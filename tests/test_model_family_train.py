"""GraphSAGE, GIN and GAT trained partitioned equal their single-process runs.

Source of truth: the single-process reference trainer (`shardtrain.train.reference`) with
the same model, whose maths is checked against central finite differences in
`tests/test_model_family_gradients.py`. In float64 the partitioned run differs from it
only by the order of floating-point sums, so every epoch's loss and the final weights
must agree to a relative 1e-9 (docs/design.md §1.7), with dropout on (GAT: on the
attention too), for every partition method and 1/2/3/7 workers; the measured payload
must equal the survey's prediction (`plan.survey`, from the shards and
`schedule.model_hops` alone).
"""
from __future__ import annotations

import json
import subprocess
import sys

import numpy as np
import pytest
from helpers import assert_same_run, depot_graph, run_partitioned, save_graph

from shardtrain.plan.schedule import model_hops
from shardtrain.train import model
from shardtrain.train.reference import train_reference
from shardtrain.train.settings import TrainSettings

RTOL = 1e-9
MODELS = ("sage", "gin", "gat")
# two shapes: (a) 24 -> 8 -> 4, every SAGE layer transform-first, GIN layer 0
# transform-first and layer 1 aggregate-first; (b) 24 -> 32 -> 32 -> 4, SAGE layer 0
# aggregate-first (no backward exchange) and GIN aggregate-first throughout
SHAPES = ({"layers": 2, "hidden": 8}, {"layers": 3, "hidden": 32})


def settings_of(kind: str, shape: int) -> TrainSettings:
    return TrainSettings(**SHAPES[shape], dropout=0.5, lr=0.01, weight_decay=5e-4, epochs=3,
                         seed=7, dtype="float64", bias=True, model=kind, heads=3)


@pytest.fixture(scope="module")
def graph():
    return depot_graph()


_REFS: dict = {}


def reference(graph, kind, shape):
    if (kind, shape) not in _REFS:
        _REFS[kind, shape] = train_reference(graph, settings_of(kind, shape))
    return _REFS[kind, shape]


_assert_same_run = assert_same_run


def _method_cases():
    from shardtrain.plan.partition import METHODS
    methods = sorted(set(METHODS) | {"random", "range"})
    cases = [(kind, "random", 1, 0) for kind in MODELS]
    for kind in MODELS:
        for i, method in enumerate(methods):
            cases.append((kind, method, (2, 3, 7)[i % 3], i % 2))
    return cases


def _assignment(graph, method, k):
    n = graph.num_vertices
    if method == "range":
        return np.arange(n) * k // n
    if method == "random":
        return np.random.default_rng(k).integers(0, k, n)
    from shardtrain.plan.partition import partition
    return np.asarray(partition(graph, method, k, seed=0, imbalance=0.03))


@pytest.mark.parametrize("kind,method,k,shape", _method_cases())
def test_partitioned_equals_reference(tmp_path, graph, kind, method, k, shape):
    settings = settings_of(kind, shape)
    run, _ = run_partitioned(tmp_path, graph, _assignment(graph, method, k), k, settings)
    _assert_same_run(run, reference(graph, kind, shape))
    t = run.traffic
    assert t["measured_payload_bytes"] == t["predicted_payload_bytes"]
    assert t["breakdown_matches"] and t["sender_receiver_consistent"]


@pytest.mark.parametrize("kind", MODELS)
def test_payload_per_layer_follows_each_models_schedule(tmp_path, graph, kind):
    # the widths of schedule.model_hops, counted on the wire: 2 workers, one epoch
    settings = TrainSettings(**{**settings_of(kind, 0).to_dict(), "epochs": 1})
    run, shards = run_partitioned(tmp_path, graph, np.arange(graph.num_vertices) % 2, 2,
                                  settings)
    t = run.traffic
    assert t["measured_payload_bytes"] == t["predicted_payload_bytes"]
    rows = sum(len(s.send_to(q)) for s in shards for q in s.peers())
    by = {(r["layer"], r["direction"]): r["payload_bytes"] for r in t["by_layer_direction"]
          if r["kind"] == "halo"}
    hops = model_hops([(24, 8), (8 * (3 if kind == "gat" else 1), 4)], kind, hidden=8,
                      heads=3)
    want = {"sage": [(8, 8), (4, 4)], "gin": [(8, 8), (8, 8)], "gat": [(24, 24), (4, 4)]}
    assert [(h.forward_width, h.backward_width) for h in hops] == want[kind]
    for h in hops:
        assert by[(h.layer, "forward")] == rows * h.forward_width * 8
        assert by[(h.layer, "eval")] == rows * h.forward_width * 8
        assert by.get((h.layer, "backward"), 0) == rows * h.backward_width * 8


@pytest.mark.slow
@pytest.mark.parametrize("kind", MODELS)
def test_cli_initial_weights_round_trip(tmp_path, graph, kind):
    """--epochs 0 --weights writes the initial weights under the issue's names; a
    partitioned run started from them with --init-weights equals the Glorot run."""
    path = tmp_path / "g.npz"
    save_graph(path, graph)
    common = [sys.executable, "-m", "shardtrain", "train", str(path), "--model", kind,
              "--heads", "3", "--hidden", "8", "--bias", "--dtype", "float64", "--quiet",
              "--seed", "7"]
    init = tmp_path / "init.npz"
    done = subprocess.run([*common, "--reference", "--epochs", "0", "--weights", str(init)],
                          capture_output=True, text=True, timeout=120)
    assert done.returncode == 0, done.stderr
    with np.load(init, allow_pickle=False) as w:
        names = sorted(w.files)
        arrays = {k: w[k] for k in w.files}
    expect = {"sage": ["w_self{l}", "w_neigh{l}", "b{l}"],
              "gin": ["w_a{l}", "w_b{l}", "b_a{l}", "b_b{l}"],
              "gat": ["w{l}", "att_src{l}", "att_dst{l}", "b{l}"]}[kind]
    assert names == sorted(n.format(l=l) for l in (0, 1) for n in expect)
    if kind == "gat":
        assert arrays["w0"].shape == (24, 3 * 8) and arrays["att_src0"].shape == (3, 8)
        assert arrays["w1"].shape == (24, 4) and arrays["att_dst1"].shape == (1, 4)
    runs = {}
    for name, extra in (("glorot", []), ("given", ["--init-weights", str(init)])):
        out = tmp_path / f"{name}.json"
        done = subprocess.run([*common, "--workers", "2", "--method", "random",
                               "--epochs", "2", "--json", str(out), *extra],
                              capture_output=True, text=True, timeout=120)
        assert done.returncode == 0, done.stderr
        runs[name] = json.loads(out.read_text())
    assert runs["glorot"]["settings"]["model"] == kind
    assert [e["loss"] for e in runs["glorot"]["epochs"]] == \
        [e["loss"] for e in runs["given"]["epochs"]]


def test_init_weights_of_another_model_are_refused(tmp_path, graph):
    # weights named for GIN given to a GraphSAGE run: a one-line error naming the file
    path = tmp_path / "g.npz"
    save_graph(path, graph)
    init = tmp_path / "gin.npz"
    base = [sys.executable, "-m", "shardtrain", "train", str(path), "--reference", "--quiet"]
    assert subprocess.run([*base, "--model", "gin", "--epochs", "0", "--weights", str(init)],
                          capture_output=True, timeout=120).returncode == 0
    done = subprocess.run([*base, "--model", "sage", "--epochs", "1", "--init-weights",
                           str(init)], capture_output=True, text=True, timeout=120)
    assert done.returncode == 2
    assert done.stderr.count("\n") == 1 and str(init) in done.stderr
    assert "w_self0" in done.stderr


@pytest.mark.parametrize("args,option", [(["--model", "foo"], "--model"),
                                         (["--model", "gat", "--heads", "0"], "--heads"),
                                         (["--epochs", "0"], "--weights")])
def test_bad_model_options_are_one_line_exit_2(tmp_path, graph, args, option):
    path = tmp_path / "g.npz"
    save_graph(path, graph)
    done = subprocess.run([sys.executable, "-m", "shardtrain", "train", str(path),
                           "--reference", "--quiet", *args], capture_output=True, text=True,
                          timeout=120)
    assert done.returncode == 2
    assert done.stderr.count("\n") == 1 and option in done.stderr
    assert "Traceback" not in done.stderr


@pytest.mark.mpi
@pytest.mark.parametrize("kind", MODELS)
def test_mpi_run_equals_reference(tmp_path, graph, kind):
    # reference: the single-process trainer of the same model; 3 ranks over MPI
    from helpers import launch_mpi, mpiexec

    from shardtrain.plan.partition import partition
    from shardtrain.plan.shards import build_shards, save_shards

    mpiexec()
    k = 3
    shard_dir = tmp_path / "shards"
    save_shards(shard_dir, build_shards(graph, partition(graph, "random", k, seed=0), k),
                meta={"method": "random", "seed": 0, "num_classes": graph.num_classes,
                      "input_dim": graph.input_dim})
    out, weights = tmp_path / "run.json", tmp_path / "w.npz"
    proc, _ = launch_mpi(k, ["-m", "shardtrain", "train", str(shard_dir), "--transport", "mpi",
                             "--model", kind, "--heads", "3", "--layers", "2", "--hidden", "8",
                             "--dropout", "0.5", "--epochs", "3", "--seed", "7", "--dtype",
                             "float64", "--bias", "--quiet", "--json", str(out),
                             "--weights", str(weights)])
    assert proc.returncode == 0, proc.stderr[-3000:]
    doc = json.loads(out.read_text())
    ref = reference(graph, kind, 0)
    assert doc["settings"]["model"] == kind
    assert np.allclose([e["loss"] for e in doc["epochs"]], [e["loss"] for e in ref.epochs],
                       rtol=RTOL, atol=0)
    with np.load(weights, allow_pickle=False) as w:
        got = {name: w[name] for name in w.files}
    want = model.params_to_arrays(ref.params)
    assert sorted(got) == sorted(want)
    for name in want:
        assert np.allclose(got[name], want[name], rtol=RTOL, atol=0), name
    t = doc["traffic"]
    assert t["measured_payload_bytes"] == t["predicted_payload_bytes"] > 0


@pytest.mark.parametrize("kind", MODELS)
def test_survey_plan_equals_the_trainers_measured_payload(tmp_path, graph, kind):
    # The trained run's byte counters are the outside measurement: the survey's plan of
    # the same model (id-order shards, no process started) predicts them exactly.
    from shardtrain.plan import survey as sv

    a = np.random.default_rng(8).integers(0, 3, graph.num_vertices)
    settings = TrainSettings(**{**settings_of(kind, 0).to_dict(), "epochs": 2,
                                "dtype": "float32", "bias": False})
    run, _ = run_partitioned(tmp_path, graph, a, 3, settings)
    shape = sv.SurveySettings(layers=settings.layers, hidden=settings.hidden, model=kind,
                              heads=settings.heads)
    dims, hops = sv.model_shape(graph, shape)
    assert hops == settings.hops(settings.model_dims(graph.input_dim, graph.num_classes))
    params = sv.parameter_elements(hops)
    assert params == model.flatten(model.glorot_init(dims, 0, np.float32, hops=hops)).size
    plan = sv.survey_plan(graph, "given", 3, hops=hops, itemsize=4, seed=0, imbalance=0.03,
                          assignment=a)
    predicted = sv.predict_run_payload(plan["traffic"], settings.epochs, settings.epochs)
    assert run.traffic["measured_payload_bytes"] == predicted > 0


def test_survey_json_names_the_model(tmp_path, graph):
    path = tmp_path / "g.npz"
    save_graph(path, graph)
    out = tmp_path / "s.json"
    done = subprocess.run([sys.executable, "-m", "shardtrain", "survey", str(path), "--model",
                           "gat", "--heads", "3", "--workers", "2", "--method", "random",
                           "--json", str(out)], capture_output=True, text=True, timeout=120)
    assert done.returncode == 0, done.stderr
    doc = json.loads(out.read_text())
    assert doc["model"]["name"] == "gat" and doc["model"]["heads"] == 3
    assert [h["forward_width"] for h in doc["model"]["hops"]] == [3 * 16, 4]
    assert "GAT x3 heads" in done.stdout
    bad = subprocess.run([sys.executable, "-m", "shardtrain", "survey", str(path), "--model",
                          "gat", "--heads", "0"], capture_output=True, text=True, timeout=120)
    assert bad.returncode == 2 and bad.stderr.count("\n") == 1 and "--heads" in bad.stderr


@pytest.mark.slow
@pytest.mark.parametrize("kind", MODELS)
def test_resume_continues_bit_for_bit(tmp_path, graph, kind):
    # a run stopped at epoch 3 and resumed to 6 equals the run of 6 epochs, bit for bit,
    # with early stopping's state carried (its best weights copied in the model's layout)
    path = tmp_path / "g.npz"
    save_graph(path, graph)
    common = [sys.executable, "-m", "shardtrain", "train", str(path), "--workers", "2",
              "--method", "metis", "--model", kind, "--heads", "2", "--dtype", "float64",
              "--early-stop", "3", "--quiet"]

    def train(*args):
        done = subprocess.run([*common, *args], capture_output=True, text=True, timeout=120)
        assert done.returncode == 0, done.stderr

    train("--epochs", "6", "--json", str(tmp_path / "full.json"))
    train("--epochs", "3", "--checkpoint", str(tmp_path / "ck"), "--checkpoint-every", "1")
    train("--epochs", "6", "--resume", str(tmp_path / "ck"), "--json",
          str(tmp_path / "resumed.json"))
    full = json.loads((tmp_path / "full.json").read_text())["epochs"]
    resumed = json.loads((tmp_path / "resumed.json").read_text())["epochs"]
    assert [e["loss"] for e in resumed] == [e["loss"] for e in full][3:]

#### EXERCISE OBJECTIVE:
Scan the data above for the string "loss" and copy each line where it appears.

#### RESULT FOR THIS EXERCISE:
only by the order of floating-point sums, so every epoch's loss and the final weights
    assert [e["loss"] for e in runs["glorot"]["epochs"]] == \
        [e["loss"] for e in runs["given"]["epochs"]]
    assert np.allclose([e["loss"] for e in doc["epochs"]], [e["loss"] for e in ref.epochs],
    assert [e["loss"] for e in resumed] == [e["loss"] for e in full][3:]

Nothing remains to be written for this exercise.